Türkiye, Batı Avrupa ile eşzamanlı olarak klasik sanayileşme sürecini yaşamamakla
birlikte, Cumhuriyet döneminin sanayileşme tecrübesiyle bu açığı kapatmaya çalışmıştır.
Bu arada hem sanayileşmenin hem de sanayi sonrası toplumların karşılaştıkları pek çok
problemle yüzleşmek durumunda kalmıştır. Bu problemlerden birisi ve belki de en önemlisi,
işin ve işyerinin, insanın sağlığını ve güvenliğini tehdit eden unsurlardan arındırılmasıdır.

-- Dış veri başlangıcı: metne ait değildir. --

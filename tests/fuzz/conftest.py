"""Fuzz tests (issue 10 item 10): every reader, fed malformed input, returns a valid canonical
object or raises parcelcast's own error; see ``fuzz_contract.py``."""

from __future__ import annotations

import pytest

from fuzz_contract import INPUTS


@pytest.fixture
def scratch(tmp_path_factory):
    """A fresh folder per test (hypothesis reuses it across examples; files are overwritten)."""
    return tmp_path_factory.mktemp("fuzz")


def pytest_terminal_summary(terminalreporter):
    if INPUTS:
        terminalreporter.write_sep("-", "fuzz inputs per reader")
        for name, count in sorted(INPUTS.items()):
            terminalreporter.write_line(f"{name}: {count}")
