"""Declarative table: how each quantity (role) is recognised in a file.

A role is found by, in order: a user override (``--var ROLE=NAME``), the CF
``standard_name``, the GRIB ``shortName`` (``GRIB_shortName`` attribute of
cfgrib) and common variable names.  Units then decide between candidates that
share a name (GRIB ``w`` is omega in Pa/s; a ``w`` in m/s is a vertical velocity).

Near-surface roles (2-m temperature, 10-m wind) state their height: a match by CF
standard name counts only with a height coordinate of that value (CF ``height``,
or cfgrib's ``heightAboveGround``), since ``air_temperature`` or ``eastward_wind``
alone could be any level; their GRIB short names (``2t``, ``10u``, ``10v``) and
common names (``t2m``, ``u10``, ``v10``) say the height themselves.
:data:`NEAR_SURFACE` maps the pressure-level roles onto them (``--level surface``).
"""

from __future__ import annotations

from dataclasses import dataclass


@dataclass(frozen=True)
class Role:
    """How to recognise one quantity and what it becomes in the canonical dataset."""

    name: str
    standard_names: tuple[str, ...]
    grib_short_names: tuple[str, ...]
    common_names: tuple[str, ...]
    kind: str  # unit kind in parcelcast.units.QUANTITY_KINDS (the canonical SI unit)
    units: str  # canonical units attribute
    standard_name: str
    long_name: str
    on_levels: bool  # True: a pressure-level field; False: a single-level (surface) field
    also_kinds: tuple[str, ...] = ()  # other acceptable unit kinds (converted, see analysis.py)
    height_m: float | None = None  # near-surface roles: height above ground (m) of the field


ROLES: dict[str, Role] = {
    r.name: r
    for r in (
        Role("temperature", ("air_temperature",), ("t",),
             ("t", "temp", "temperature", "air", "ta", "tmp", "air_temperature"),
             "temperature", "K", "air_temperature", "air temperature", True),
        Role("u", ("eastward_wind", "grid_eastward_wind"), ("u",),
             ("u", "uwnd", "ua", "ugrd", "u_wind", "eastward_wind"),
             "speed", "m s-1", "eastward_wind", "eastward wind", True),
        Role("v", ("northward_wind", "grid_northward_wind"), ("v",),
             ("v", "vwnd", "va", "vgrd", "v_wind", "northward_wind"),
             "speed", "m s-1", "northward_wind", "northward wind", True),
        Role("geopotential", ("geopotential", "geopotential_height"), ("z", "gh"),
             ("z", "gh", "geopotential", "geopotential_height", "hgt", "zg", "phi", "height"),
             "geopotential", "m2 s-2", "geopotential", "geopotential", True,
             also_kinds=("height",)),
        Role("omega", ("lagrangian_tendency_of_air_pressure",), ("w",),
             ("omega", "w", "wap", "vvel"),
             "pressure_tendency", "Pa s-1", "lagrangian_tendency_of_air_pressure",
             "vertical velocity in pressure coordinates (omega)", True),
        Role("vertical_velocity", ("upward_air_velocity",), ("wz",),
             ("wz", "wa", "dzdt", "w", "upward_air_velocity"),
             "speed", "m s-1", "upward_air_velocity", "upward air velocity", True),
        Role("relative_humidity", ("relative_humidity",), ("r",),
             ("r", "rh", "hur", "relative_humidity"),
             "fraction", "1", "relative_humidity", "relative humidity", True),
        Role("specific_humidity", ("specific_humidity",), ("q",),
             ("q", "hus", "shum", "spfh", "specific_humidity"),
             "mixing_ratio", "kg kg-1", "specific_humidity", "specific humidity", True),
        Role("surface_pressure", ("surface_air_pressure",), ("sp",),
             ("sp", "ps", "psfc", "surface_pressure"),
             "pressure", "Pa", "surface_air_pressure", "surface pressure", False),
        Role("orography", ("surface_geopotential", "surface_altitude"), ("orog", "z"),
             ("orog", "orography", "zs", "phis", "surface_geopotential", "surface_altitude"),
             "geopotential", "m2 s-2", "surface_geopotential",
             "geopotential of the ground (orography)", False, also_kinds=("height",)),
        Role("near_surface_temperature", ("air_temperature",), ("2t", "t2m"),
             ("t2m", "2t", "tas", "t2", "temperature_2m"),
             "temperature", "K", "air_temperature", "air temperature at 2 m", False,
             height_m=2.0),
        Role("near_surface_u", ("eastward_wind",), ("10u",),
             ("u10", "10u", "uas", "u10m", "u_10m"),
             "speed", "m s-1", "eastward_wind", "eastward wind at 10 m", False, height_m=10.0),
        Role("near_surface_v", ("northward_wind",), ("10v",),
             ("v10", "10v", "vas", "v10m", "v_10m"),
             "speed", "m s-1", "northward_wind", "northward wind at 10 m", False, height_m=10.0),
    )
}

#: ``--level surface``: the near-surface role that stands for each pressure-level role
#: (2-m temperature carried by the 10-m wind; WMO practice for screen temperature and
#: surface wind)
NEAR_SURFACE: dict[str, str] = {
    "temperature": "near_surface_temperature",
    "u": "near_surface_u",
    "v": "near_surface_v",
}

#: a near-surface field's stated height must be within this of the role's height (m)
HEIGHT_TOLERANCE_M = 0.5

#: Coordinate recognition: role -> (standard_names, names, axis)
COORDINATES: dict[str, tuple[tuple[str, ...], tuple[str, ...], str]] = {
    "lat": (("latitude",), ("latitude", "lat", "nav_lat", "xlat", "lats"), "Y"),
    "lon": (("longitude",), ("longitude", "lon", "nav_lon", "xlong", "lons"), "X"),
    "level": (("air_pressure",),
              ("isobaricinhpa", "isobaricinpa", "level", "plev", "pressure", "lev", "pressure_level",
               "isobaric", "pres"), "Z"),
    "member": (("realization",), ("number", "member", "realization", "ensemble_member", "ens"), ""),
    # height above the ground of a near-surface field (kept only to recognise the field)
    "height": (("height",), ("height", "heightaboveground", "height_above_ground"), ""),
}

#: plausible range of each role's canonical SI values (checked on the first time step).
#: Sources: common meteorological practice (observed extremes of the troposphere and
#: lower stratosphere: about 170-340 K; winds below ~130 m/s; omega below ~10 Pa/s).
PLAUSIBLE_RANGE = {
    "temperature": (150.0, 350.0),
    "near_surface_temperature": (180.0, 345.0),
    "near_surface_u": (-100.0, 100.0),
    "near_surface_v": (-100.0, 100.0),
    "u": (-150.0, 150.0),
    "v": (-150.0, 150.0),
    "omega": (-30.0, 30.0),
    "vertical_velocity": (-50.0, 50.0),
    "relative_humidity": (0.0, 1.5),
    "specific_humidity": (0.0, 0.06),
    "surface_pressure": (40_000.0, 110_000.0),
    # Dead Sea shore (-430 m) to Everest (8849 m), times g0, with a margin
    "orography": (-5_000.0, 90_000.0),
}
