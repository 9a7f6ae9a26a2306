"""Keep dask out of a run that does not chunk.

xarray asks "is this a dask array?" whenever it wraps or decodes lazily-read file data,
and to answer it imports dask (with dask.array, scipy.fft and more: about 0.3 s, a third
of the time Python takes to import the libraries a one-point question needs).  No object
can be a dask array before dask is imported, so the answer can wait: two of xarray's
look-ups (its cache of duck-array modules and ``is_dask_collection``) answer "no" until
dask is in ``sys.modules``, and ask dask from then on (opening with ``chunks=`` imports it).
Both are xarray internals: if they are not where we expect, xarray is left as it is.
"""

from __future__ import annotations

import sys


class _DaskWhenImported:
    """Stand-in for xarray's record of the dask module, looked up on each use."""

    _record = None

    def _real(self):
        if self._record is None and "dask.array" in sys.modules:
            from xarray.namedarray.pycompat import DuckArrayModule

            self._record = DuckArrayModule("dask")
        return self._record

    def __getattr__(self, name):
        real = self._real()
        if real is not None:
            return getattr(real, name)
        from packaging.version import Version

        return {"module": None, "version": Version("0.0.0"), "type": (), "available": False}[name]


def _when_dask_imported(ask_dask):
    """``is_dask_collection`` that is False while dask is not imported."""

    def is_dask_collection(x) -> bool:
        return "dask" in sys.modules and ask_dask(x)

    is_dask_collection.deferred = True
    return is_dask_collection


def defer_dask_import() -> None:
    """Install both look-ups unless xarray is laid out otherwise (then nothing changes)."""
    try:
        from xarray.namedarray import pycompat, utils
    except ImportError:  # another xarray layout: it imports dask as it always did
        return
    cache = getattr(pycompat, "_cached_duck_array_modules", None)
    if isinstance(cache, dict) and "dask" not in cache and "dask.array" not in sys.modules:
        cache["dask"] = _DaskWhenImported()
    ask_dask = getattr(utils, "is_dask_collection", None)
    if callable(ask_dask) and not getattr(ask_dask, "deferred", False):
        utils.is_dask_collection = _when_dask_imported(ask_dask)


def import_pint_without_dask() -> None:
    """Import pint so that it does not import dask (command line only).

    pint imports dask's core (0.1-0.3 s) whenever dask is installed, only to give quantities
    that wrap dask arrays their ``compute``/``persist`` methods.  The command line never
    makes such quantities (pint gives it conversion factors), so it imports pint while
    dask is hidden.  A library user's pint is left as it is: this runs only from
    ``parcelcast.cli.main``, before anything imported pint or dask.
    """
    if "pint" in sys.modules or "dask" in sys.modules:
        return
    sys.modules["dask"] = None  # importlib.util.find_spec("dask") is then None
    try:
        import pint  # noqa: F401
    finally:
        if sys.modules.get("dask", 0) is None:
            del sys.modules["dask"]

Geçtiğimiz yıl yasalaşarak çalışma hayatımıza giren 6331 sayılı İş Sağlığı ve Güvenliği
Kanunu, bu açıdan Türkiye için bir dönüm noktası teşkil etmektedir. Çalışmamızda, söz
konusu kanunun iş sağlığı ve güvenliği konusundaki genel yaklaşımı değerlendirilecektir.
Kanunun kapsamı, denetim sistemine getirdiği yeni yaklaşım ve öngörülen yaptırımlar
değerlendirmemizin üç alt başlığını oluşturacaktır.
1. Kanunun Kapsamı
İş Sağlığı ve Güvenliği Kanunu(İSGK)’nda en dikkat çekici hususların başında, kanunun
kapsam itibariyle çalışma hayatının geneline şamil olması gelmektedir. Bunun yanında
Uluslararası Çalışma Örgütü 155 sayılı İş Sağlığı ve Güvenliği ile Çalışma Ortamına
İlişkin Sözleşmesinin tanıdığı imkanlar ölçüsünde, bazı iş ve işyerleri ile ilgili istisnalara
da yer verilmiştir*. Türk Silahlı Kuvvetleri, genel kolluk kuvvetleri ile Milli İstihbarat
Teşkilatı faaliyetleri, afet ve acil durum birimlerinin müdahale faaliyetleri, ev hizmetleri,
çalışan istihdam etmeksizin bağımsız çalışanlar ve hükümlü ve tutukluların iş yurtlarındaki
çalışmaları, kanun kapsamı dışında tutulmuştur (İSGK/2.md.). Ancak TSK bünyesindeki
fabrika, bakım merkezi, dikimevi ve benzeri işyerleri ile afet ve acil durum birimlerinin
müdahale dışındaki faaliyetlerinin İSGK kapsamında bulunduğunu hatırlatmak gerekir.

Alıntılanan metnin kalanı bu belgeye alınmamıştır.